The GDPR will harmonize data protection laws, which will be helpful for employers established in multiple Member States across the EU. However, the GDPR specifically states that individual Member States can implement additional or specific local rules for processing personal data in the context of employment. It will be important for HR professionals with employees in the EU to continue to monitor local Member State laws’ impact on the workplace.
Your HR team, ideally with guidance from your legal counsel, will want to review internal business processes and policies to ensure they align with data controller responsibilities under the GDPR. Below are some of the key areas your HR team and legal counsel will want to review:
Processing employee personal data based on “Consent” vs “Legitimate Interests”—The GDPR requires there to be a lawful basis in order to collect and process personal data. Under the GDPR, consent must be “freely given, specific, informed and unambiguous”, in addition to other requirements. Many employers have commonly relied upon consent. However, there is often debate if employee consent can be “freely” given. Employers that collect consent from employees should review those notices along with the processes in which they are communicated, captured, updated and maintained to ensure compliance with GDPR consent requirements.
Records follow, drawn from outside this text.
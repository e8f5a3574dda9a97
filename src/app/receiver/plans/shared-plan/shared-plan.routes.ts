import type { Routes } from '@angular/router';

import { SharedPlanPage } from './shared-plan-page';

/** The page of a plan's link; nobody needs to be signed in. */
export const sharedPlanRoutes: Routes = [
  { path: '', pathMatch: 'full', title: $localize`Shared plan`, component: SharedPlanPage },
];
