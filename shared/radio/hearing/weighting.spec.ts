import { describe, expect, it } from 'vitest';

import { programmeBands } from './programme.ts';
import { ifSelectivity } from '../circuits/selectivity.ts';
import { programmeWeighting, toneWeighting } from './weighting.ts';

const narrow = ifSelectivity({ kind: 'widths', b6Hz: 6000, b60Hz: 22000 }, 455e3);

describe('programmeWeighting', () => {
  it('gives the value of its example', () => {
    expect(programmeWeighting(narrow, 3500, programmeBands(4500))(1000)).toBeCloseTo(9.33, 2);
  });

  it('is 0 for the same programme on the same frequency', () => {
    for (const corner of [null, 2000, 3500]) {
      expect(programmeWeighting(narrow, corner, programmeBands(10_000))(0)).toBeCloseTo(0, 9);
    }
  });

  it('falls far outside the passband', () => {
    const weighting = programmeWeighting(narrow, null, programmeBands(4500));

    expect(weighting(20_000)).toBeLessThan(weighting(9_000));
  });

  it('refuses a corner that is not above 0', () => {
    expect(() => programmeWeighting(narrow, 0, programmeBands(4500))).toThrow(/audioCornerHz/);
  });
});

describe('toneWeighting', () => {
  const weighting = toneWeighting(narrow, 1000);

  it('says that a beat of 3 kHz is heard more than one like the wanted', () => {
    expect(weighting(2000)).toBeGreaterThan(weighting(0));
  });

  it('is 0 on the same frequency and finite where one of the two beats vanishes', () => {
    expect(weighting(0)).toBeCloseTo(0, 9);
    expect(Number.isFinite(weighting(1000))).toBe(true);
  });

  it('refuses a pitch of 0', () => {
    expect(() => toneWeighting(narrow, 0)).toThrow(/pitchHz/);
  });
});
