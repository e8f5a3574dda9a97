/**
 * The spectrum of an average broadcast programme.
 *
 * Source: own model, after the shape of the coloured noise of ITU-R BS.559, from memory, not re-
 * read.
 *
 * @module radio/hearing/programme
 */
import type { ItuRegion } from '../site.ts';

/** Centres of third-octave bands, hertz. */
const CENTRES_HZ = [
  100, 125, 160, 200, 250, 315, 400, 500, 630, 800, 1000, 1250, 1600, 2000, 2500, 3150, 4000, 5000,
  6300, 8000, 10000,
] as const;

/** Up to here the power in a third of an octave rises with frequency. */
const KNEE_HZ = 600;

/** One third-octave band of a programme. */
export interface ProgrammeBand {
  readonly hz: number;
  /** Share of the power; all shares add up to 1. */
  readonly share: number;
}

/**
 * Audio width that stations of a Region emit: 4.5 kHz in Regions 1 and 3, 10 kHz in Region 2.
 *
 * @returns Hertz.
 * @example
 *   emissionWidth(2); // 10000
 */
export function emissionWidth(ituRegion: ItuRegion): number {
  return ituRegion === 2 ? 10_000 : 4_500;
}

/**
 * Third-octave bands of a programme up to an audio width, with shares in proportion to
 * `f min(1, (600/f)^2)`.
 *
 * Our own model, after the shape of the coloured noise of ITU-R BS.559 (from memory, not re-read).
 *
 * @param widthHz Highest audio frequency emitted, hertz, from 100.
 * @returns The bands, ascending.
 * @throws {RangeError} If the width leaves no band.
 *
 * @example
 *   programmeBands(4500).length; // 17
 */
export function programmeBands(widthHz: number): ProgrammeBand[] {
  const centres = CENTRES_HZ.filter((hz) => hz <= widthHz);
  if (centres.length === 0) throw new RangeError(`widthHz must be 100 or more, got ${widthHz}`);
  const powers = centres.map((hz) => hz * Math.min(1, (KNEE_HZ / hz) ** 2));
  const total = powers.reduce((sum, power) => sum + power, 0);
  return centres.map((hz, index) => ({ hz, share: (powers[index] ?? 0) / total }));
}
Employee personal data may also be lawfully processed on the “legitimate interests” of the employer. Examples of “legitimate interests” may include (i) in order to fulfill the employment contract, (ii) to pay the employee, and (iii) payment of various taxes by the employer, etc. Employers will want to ensure they have clearly captured why personal data is captured from employees and the reasons for each instance in which it is used.
Rights of Data Subjects—The GDPR has enhanced and clarified the individual rights of data subjects. HR professionals will want to ensure they update any processes or procedures in order to provide employees with the ability to exercise their rights under the GDPR, without “undue delay” and in any event within one month.
Right of Access—Employees have a right to access all personal data that the employer retains on them. Access could be granted via a system if the data is stored in electronic form or in a way the HR professional has decided.
Right to Rectification—The GDPR allows employees to have inaccurate personal data concerning him or her corrected.
Right to Erasure—The GDPR allows employees to have personal data about them erased when it is no longer necessary in relation to the purpose it was collected or if consent is withdrawn.
Employers still have time to review their processes and procedures before the GDPR comes into effect on May 25, 2018, but the clock is ticking. Ultimate Software will continue to review all areas of UltiPro and make further enhancements as needed to assist our customers with their responsibilities as data controllers.
This information does not constitute legal advice. Employers should always seek independent legal advice regarding compliance with any laws, rules, or regulations.